IMF advises FG against multiple exchange rates, forex curbs

The International Monetary Fund (IMF) has urged the Federal Government to lift the remaining foreign exchange restrictions and scrap the system of multiple exchange rates in order to revive the nation’s economy.
The member of the World Bank Group gave the recommendation on Thursday came in its regular assessment of the Nigerian economy.
IMF in a statement on its website and titled: ‘IMF Executive Board concludes 2017 Article IV consultation with Nigeria’, the fund emphasised that stronger macroeconomic policies were urgently needed to rebuild confidence and foster economic recovery in the country.
The statement reads: “Directors underscored that external adjustment is necessary to protect foreign currency buffers and reduce vulnerabilities. They commended the recent easing of some exchange restrictions and urged the authorities to remove the remaining restrictions and multiple currency practices, thus unifying the foreign exchange market and helping regain investor confidence.
“Directors emphasised that these policies should be supported by tighter monetary policy and fiscal consolidation to anchor inflation expectations and to limit the risk of exchange rate overshooting, as well as structural reforms to improve competitiveness.”
It appreciated the efforts of the Central Bank of Nigeria’s efforts at keeping the country’s banks afloat, the body , however, stated that the issue of declining asset quality in the financial services industry must be urgently addressed.
It stated, “Directors welcomed the steps to strengthen banking sector’s resilience through stronger prudential requirements. With asset quality declining, they recommended further intensifying bank monitoring, enhancing contingency planning, and strengthening resolution frameworks.
“Directors encouraged quickly increasing the capital of undercapitalised banks and putting a time limit on regulatory forbearance.” It stated that it recognised that the Nigerian economy had been negatively impacted by low oil prices and production.
The IMF appreciated the efforts already made by the Federal Government to reduce vulnerabilities and enhance resilience, including increasing fuel prices, raising the Monetary Policy Rate, and allowing the exchange rate to depreciate, however, in the light of the persisting internal and external challenges, the fund emphasised that stronger macroeconomic policies were urgently needed to rebuild confidence and foster economic recovery.
“Directors welcomed the authorities’ Economic Recovery and Growth Plan, which focuses on economic diversification driven by the private sector, and government initiatives to strengthen infrastructure, including the recently adopted power sector recovery plan.
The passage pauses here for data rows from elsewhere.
import { useEffect } from 'react';
import { zodResolver } from '@hookform/resolvers/zod';
import { useMutation, useQuery, useQueryClient } from '@tanstack/react-query';
import { Controller, useForm, useWatch, type UseFormReturn } from 'react-hook-form';
import { useTranslation } from 'react-i18next';
import { soilTextures } from '#shared/farm.ts';
import { changeWeighUp, type WeighUp } from '#shared/weigh-up.ts';
import { callApi } from '#src/api-client.ts';
import { catalogueQuery } from '#src/catalogue-query.ts';
import { Button } from '#src/components/button.tsx';
import { Field } from '#src/components/field.tsx';
import { FoldedSection } from '#src/components/folded-section.tsx';
import { MeasureInput } from '#src/components/measure-input.tsx';
import { Select } from '#src/components/select.tsx';
import { showToast } from '#src/components/toaster.tsx';
import { fieldIssues } from '#src/field-issues.ts';
import { useFieldErrorText } from '#src/use-field-error-text.ts';
import type { ChosenFarm } from './chosen-farm.ts';
import { farmForm, toFarmDraft, toInputWithFarm, type FarmDraft, type FarmForm } from './farm-form.ts';
import { PanelFailure } from './panel-failure.tsx';
import { PlaceField } from './place-field.tsx';
import { TrialChoiceField } from './trial-choice-field.tsx';
import { useSavingBase, type SavingBase } from './use-saving-base.ts';
import { weighUpQuery } from './weigh-up-queries.ts';

type FarmFormApi = UseFormReturn<FarmDraft, unknown, FarmForm>;

type FarmPanelProps = {
  weighUp: WeighUp;
  /** Numbers of the money panel that are not saved: a save from here would be met as somebody else's. */
  hasUnsaved: boolean;
};

/** Where the farm lies, what it usually yields and which trials answer: changed here, the question is weighed again. */
export function FarmPanel({ weighUp, hasUnsaved }: FarmPanelProps) {
  const { t } = useTranslation('weigh-up');
  const form = useForm<FarmDraft, unknown, FarmForm>({
    resolver: zodResolver(farmForm, fieldIssues),
    defaultValues: toFarmDraft(weighUp),
  });
  const saved = useSavingBase(weighUp, form.formState.isDirty, toFarmDraft);
  const { base } = saved;
  // Saved elsewhere meanwhile, with its prices say: what is not touched here follows.
  useEffect(() => form.reset(toFarmDraft(base), { keepDirtyValues: true }), [form, base]);
  const saving = useFarmSaving(saved, form);
  return (
    <FoldedSection id="farm" title={t('farm.title')}>
      <p className="text-faded">{t('farm.lead')}</p>
      <form
        noValidate
        className="flex flex-col gap-4"
        onSubmit={(event) => void form.handleSubmit((typed) => saving.mutate(typed))(event)}
      >
        <PlaceAndTrials form={form} />
        <FigureField form={form} name="usualYield" label={t('farm.usualYield')} unit="t/ha">
          {t('farm.usualYieldHint')}
        </FigureField>
        <GroundFields form={form} />
        <PanelFailure error={saving.error} />
        {hasUnsaved && <p className="text-sm text-faded">{t('farm.saveFirst')}</p>}
        <Button type="submit" disabled={hasUnsaved} isBusy={saving.isPending} className="self-start">
          {saving.isPending ? t('farm.saving') : t('farm.save')}
        </Button>
      </form>
    </FoldedSection>
  );
}

function useFarmSaving({ base, followConflict }: SavingBase, form: FarmFormApi) {
  const { t } = useTranslation('weigh-up');
  const client = useQueryClient();
  return useMutation({
    mutationFn: (typed: FarmForm) =>
      callApi(changeWeighUp, {
        params: { weighUpId: base.id },
        body: { revision: base.revision, weighUp: toInputWithFarm(base, typed) },
      }),
    onSuccess: (saved) => {
      form.reset(toFarmDraft(saved.weighUp));
      client.setQueryData(weighUpQuery(base.id).queryKey, saved);
      showToast(t('farm.saved'));
    },
    onError: followConflict,
  });
}

function PlaceAndTrials({ form }: { form: FarmFormApi }) {
  const catalogue = useQuery(catalogueQuery);
  const [latitude, longitude] = useWatch({ control: form.control, name: ['latitude', 'longitude'] });
  const ground = useWatch({
    control: form.control,
    name: ['seasonRainMm', 'heatSumDegreeDays', 'soilTexture'],
  });
  const farm: ChosenFarm | null =
    latitude === null || longitude === null
      ? null
      : {
          latitude,
          longitude,
          seasonRainMm: ground[0],
          heatSumDegreeDays: ground[1],
          soilTexture: ground[2],
        };
  const place = (chosen: ChosenFarm | null) => {
    const asTyped = { shouldDirty: true };
    form.setValue('latitude', chosen?.latitude ?? null, asTyped);
    form.setValue('longitude', chosen?.longitude ?? null, asTyped);
    form.setValue('seasonRainMm', chosen?.seasonRainMm ?? null, asTyped);
    form.setValue('heatSumDegreeDays', chosen?.heatSumDegreeDays ?? null, asTyped);
    form.setValue('soilTexture', chosen?.soilTexture ?? null, asTyped);
    if (chosen === null && form.getValues('trials') === 'nearest') form.setValue('trials', 'region', asTyped);
  };
  return (
    <div className="grid gap-4 sm:grid-cols-2">
      {catalogue.data && <PlaceField catalogue={catalogue.data} value={farm} onChange={place} />}
      <Controller
        control={form.control}
        name="trials"
        render={({ field: { value, onChange } }) => (
          <TrialChoiceField value={value} onChange={onChange} hasPlace={farm !== null} />
        )}
      />
    </div>
  );
}

/** Rain, heat and soil: what the farm is held against the sites by. */
function GroundFields({ form }: { form: FarmFormApi }) {
  const { t } = useTranslation('weigh-up');
  return (
    <fieldset>
      <legend className="text-sm font-semibold">{t('farm.ground')}</legend>
      <p className="mb-2 text-sm text-faded">{t('farm.groundHint')}</p>
      <div className="grid gap-4 sm:grid-cols-3">
        <FigureField form={form} name="seasonRainMm" label={t('farm.rain')} unit="mm" />
        <FigureField form={form} name="heatSumDegreeDays" label={t('farm.heat')} unit={t('farm.heatUnit')} />
        <Controller
          control={form.control}
          name="soilTexture"
          render={({ field: { value, onChange, onBlur, ref } }) => (
            <Field label={t('farm.soil')}>
              <Select
                value={value ?? ''}
                onChange={(event) => onChange(event.target.value === '' ? null : event.target.value)}
                onBlur={onBlur}
                ref={ref}
                placeholder={t('farm.soilUnknown')}
                options={soilTextures.map((texture) => ({
                  value: texture,
                  label: t(`farm.texture.${texture}`),
                }))}
              />
            </Field>
          )}
        />
      </div>
    </fieldset>
  );
}

type FigureFieldProps = {
  form: FarmFormApi;
  name: 'seasonRainMm' | 'heatSumDegreeDays' | 'usualYield';
  label: string;
  unit: string;
  /** The hint. */
  children?: string;
};

function FigureField({ form, name, label, unit, children }: FigureFieldProps) {
  const fieldErrorText = useFieldErrorText();
  return (
    <Controller
      control={form.control}
      name={name}
      render={({ field: { value, onChange, onBlur, ref }, fieldState: { error } }) => (
        <Field label={label} hint={children} error={fieldErrorText(error)}>
          <MeasureInput value={value} onValueChange={onChange} onBlur={onBlur} ref={ref} unit={unit} />
        </Field>
      )}
    />
  );
}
However, they underlined that without stronger policies, these objectives may not be achieved.
“Directors generally emphasised the need for a front-loaded, revenue-based fiscal consolidation starting in 2017, to reduce the Federal Government’s interest payments-to-revenue ratio to sustainable levels. They underscored that priority should be given to increasing non-oil revenue, including through raising VAT and excise rates, strengthening compliance, and closing loopholes and exemptions.
“Administering an independent fuel price-setting mechanism to eliminate fuel subsidies, strengthening public financial management, and developing a well-targeted social safety net would also support the adjustment. Directors stressed the need to contain the fiscal deficit of state and local governments, including through improved transparency and monitoring.
“Directors emphasised that ambitious structural reforms are key to achieving a competitive, investment-driven economy that is less dependent on oil. Priority should be given to improving infrastructure, enhancing the business environment, improving access to financing for small enterprises, and strengthening governance and anti-corruption efforts. Timely and effective implementation of these measures would promote sustainable and inclusive growth.”